Print the first few rows of the data

In [24]:
def print_rows(dataset, num_rows):
    for row in dataset[:num_rows]:
        print (row, '\n')
    return

print_rows(moma, 3)

['Dress MacLeod from Tartan Sets', 'Sarah Charlesworth', '(American)', '(1947)', '(2013)', '(Female)', '1986', 'Prints & Illustrated Books'] 

['Duplicate of plate from folio 11 verso (supplementary suite, plate 4) from ARDICIA', 'Pablo Palazuelo', '(Spanish)', '(1916)', '(2007)', '(Male)', '1978', 'Prints & Illustrated Books'] 

['Tailpiece (page 55) from SAGESSE', 'Maurice Denis', '(French)', '(1870)', '(1943)', '(Male)', '1889-1911', 'Prints & Illustrated Books'] 



## Clean data
Remove the parentheses from several columns
 
Rather than re-writing code for each column as instructed in DQ, I've created a function that can be re-used for each column we want to clean

In [25]:
def remove_parens(dataset, index):
    for row in dataset:
        string = row[index]
        string = string.replace('(', '')
        string = string.replace(')', '')
        row[index] = string
    return dataset

remove_parens(moma, 2)
remove_parens(moma, 3)
remove_parens(moma, 4)
remove_parens(moma, 5)
print() # used to avoid printing the return of the final remove_parens call




Print some data to validate that parens have been removed

In [26]:
print_rows(moma, 3)

['Dress MacLeod from Tartan Sets', 'Sarah Charlesworth', 'American', '1947', '2013', 'Female', '1986', 'Prints & Illustrated Books'] 

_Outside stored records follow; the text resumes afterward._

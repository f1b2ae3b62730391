"""Inversion of a window of measurements that share one magma source.

The shared parameters are sampled by the tempered SMC engine; per row, pressure and
the scrubbed fraction are integrated out (window.py), or only the scrubbed fraction
when the prior's [window] table makes pressure shared. Per row the answer is
P(M0 | every row of the window), the mean over the shared posterior of the row's
responsibility pi0 Z0_i / (pi0 Z0_i + (1 - pi0) Z1_i), its Monte Carlo error from
the spread over independent runs, and draws of (model, pressure, scrubbed fraction)
from their conditional posterior given each shared draw.

The shared-source assumption is checked twice, by Bayes factors of "one source" (the
window model) against (a) "each row its own source" (each row's evidence under the same
prior, the shared parameters integrated over their prior by Monte Carlo) and (b) "a
change of source within the window" (the rows before and after a change point each
their own source, the point at a quarter, half or three quarters of the window, by
small runs of the window model with every row's SO2 free, so that the amount of
scrubbing or release does not weigh in). A window that spans a change of magma (fresh
recharge) is flagged "mixed_sources" rather than read as scrubbing: (a) below 0 or (b)
below -2. Measured: (a) alone missed a change to twice the CO2 and half the S in an
8-row window (+0.42), which (b) puts at -15.8. A window of one row runs neither check
(with one row, (a) compares the row with itself: its value was Monte Carlo noise, once
-0.052, enough to flag it); a window of fewer than split_min_rows (4) rows runs no (b):
it says so (WindowResult.source_check "not_run", flag source_check_not_run).
"""
from __future__ import annotations

import time
from dataclasses import dataclass, field

import numpy as np
from scipy import special

from ventsource.ascent import observables
from ventsource.inference.engines.run_rhat import between_run_rhat
from ventsource.ascent.scrubbing import scrub
from ventsource.inference.engines.smc_engine import SMCError, tempered_smc
from ventsource.inference.evidence.bridge import Transform, support_bounds
from ventsource.inference.likelihood import Likelihood
from ventsource.inference.hypotheses.model_choice import predictive_check
from ventsource.inference.row.smc_measurement import model_averaged_quantiles
from ventsource.inference.window.progress import WindowProgress, window_costs
from ventsource.inference.window.source_check import independent_log_z, persistence_summary, shared_source_log10_bf
from ventsource.inference.window.target import So2FreeWindowTarget, WindowTarget
from ventsource.chemistry.species import INDEX

_SO2, _CO2 = INDEX["SO2"], INDEX["CO2"]
SPLIT_FRACTIONS = (0.25, 0.5, 0.75)   # where in the window a change of source may lie
SPLIT_MIN_SIDE = 2                    # rows on each side of a split
# Forward solves per draw in the change-of-source check (48 in the window), 2 quadrature
# points per interval. Against 400 solves on near-posterior draws of two 8-row windows,
# the error of a window's log Z had an sd of 0.33-0.38 nats with 24, and 1.0-2.3 with 12.
SPLIT_SOLVES = 24

WINDOW_DEFAULTS = dict(n_particles=200, n_runs=4, ess_target=0.5, max_moves=30, move_rule="ridge", alpha=0.01,
                       n_source_check=2000, pi0=None, kind=None, dof=None, smc_rhat_max=1.02, max_error_p=0.05,
                       split_check=True, split_particles=100, split_runs=2, split_min_rows=2 * SPLIT_MIN_SIDE,
                       split_flag_below=-2.0, proposal_components=1, final_moves=60, split_max_moves=20)
_ENGINE_KEYS = ("ess_target", "max_moves", "move_rule", "proposal_components", "final_moves")  # tempered_smc's


class WindowError(ValueError):
    """The window cannot be inverted; one-line message."""


@dataclass
class RowResult:
    label: str
    p_magmatic: float
    p_magmatic_error: float
    scrubbed_model_averaged: tuple      # (q05, median, q95)
    scrubbed_if_scrubbed: tuple         # (q05, median, q95) of the M1 draws
    pressure_bar: tuple                 # (q05, median, q95), model-averaged
    predictive: dict                    # ratio -> (q05, median, q95)
    flags: list
    hypotheses: dict | None = None      # with a release prior: P(M0), P(M1), P(M2) and errors
    budget_draws: dict | None = None    # per draw: hypothesis, magmatic SO2/CO2, SO2 factor, pressure
    pressure_if_scrubbed: tuple = (np.nan,) * 3   # (q05, median, q95) of the M1 draws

['Duplicate of plate from folio 11 verso (supplementary suite, plate 4) from ARDICIA', 'Pablo Palazuelo', 'Spanish', '1916', '2007', 'Male', '1978', 'Prints & Illustrated Books'] 

['Tailpiece (page 55) from SAGESSE', 'Maurice Denis', 'French', '1870', '1943', 'Male', '1889-1911', 'Prints & Illustrated Books'] 



Clean up data in the Gender [5] and Nationality [2] columns

Normalize capitalization and add values to specify unknown as needed

In [27]:
for row in moma:
    gender = row[5]
    gender = gender.title()
    if not gender:
        gender = 'Gender Unknown/Other'
    row[5] = gender
    
    nat = row[2]
    nat = nat.title()
    if not nat:
        nat = 'Nationality Unknown'
    row[2] = nat

Convert dates from strings to integer values, to make them easier to work with

In [28]:
def convert_to_int(dataset, index):
    for row in dataset:
        string = row[index]
        if string != '':
            string = int(string)
            row[index] = string
    return dataset

convert_to_int(moma, 3)
convert_to_int(moma, 4)

print_rows(moma, 3)

['Dress MacLeod from Tartan Sets', 'Sarah Charlesworth', 'American', 1947, 2013, 'Female', '1986', 'Prints & Illustrated Books'] 

['Duplicate of plate from folio 11 verso (supplementary suite, plate 4) from ARDICIA', 'Pablo Palazuelo', 'Spanish', 1916, 2007, 'Male', '1978', 'Prints & Illustrated Books'] 

['Tailpiece (page 55) from SAGESSE', 'Maurice Denis', 'French', 1870, 1943, 'Male', '1889-1911', 'Prints & Illustrated Books'] 



The data for when art was created has some variances - there are some additional characters included in some rows (e.g. 'c. 1920' instead of just '1920') and some rows include a range of years instead of a specific year

Remove extra characters

In addition to the DQ exercise, added functionality to detect any characters outside a list of valid characters. '-' is included as a valid character, as it denotes a date range, which will be parsed in the next section

In [29]:
valid_chars = ['1', '2', '3', '4', '5', '6', '7', '8', '9', '0', '-']
bad_chars = []
for row in moma:
    string = row[6]
    for char in string:
        if char not in valid_chars:
            string = string.replace(char, '')
            if char not in bad_chars:
                bad_chars.append(char)
    row[6] = string
                               
print('Found the following non-valid chars: ', bad_chars, '\n')

print_rows(moma, 3)

Found the following non-valid chars:  ['(', ')', 'c', '.', ' ', 's', "'"] 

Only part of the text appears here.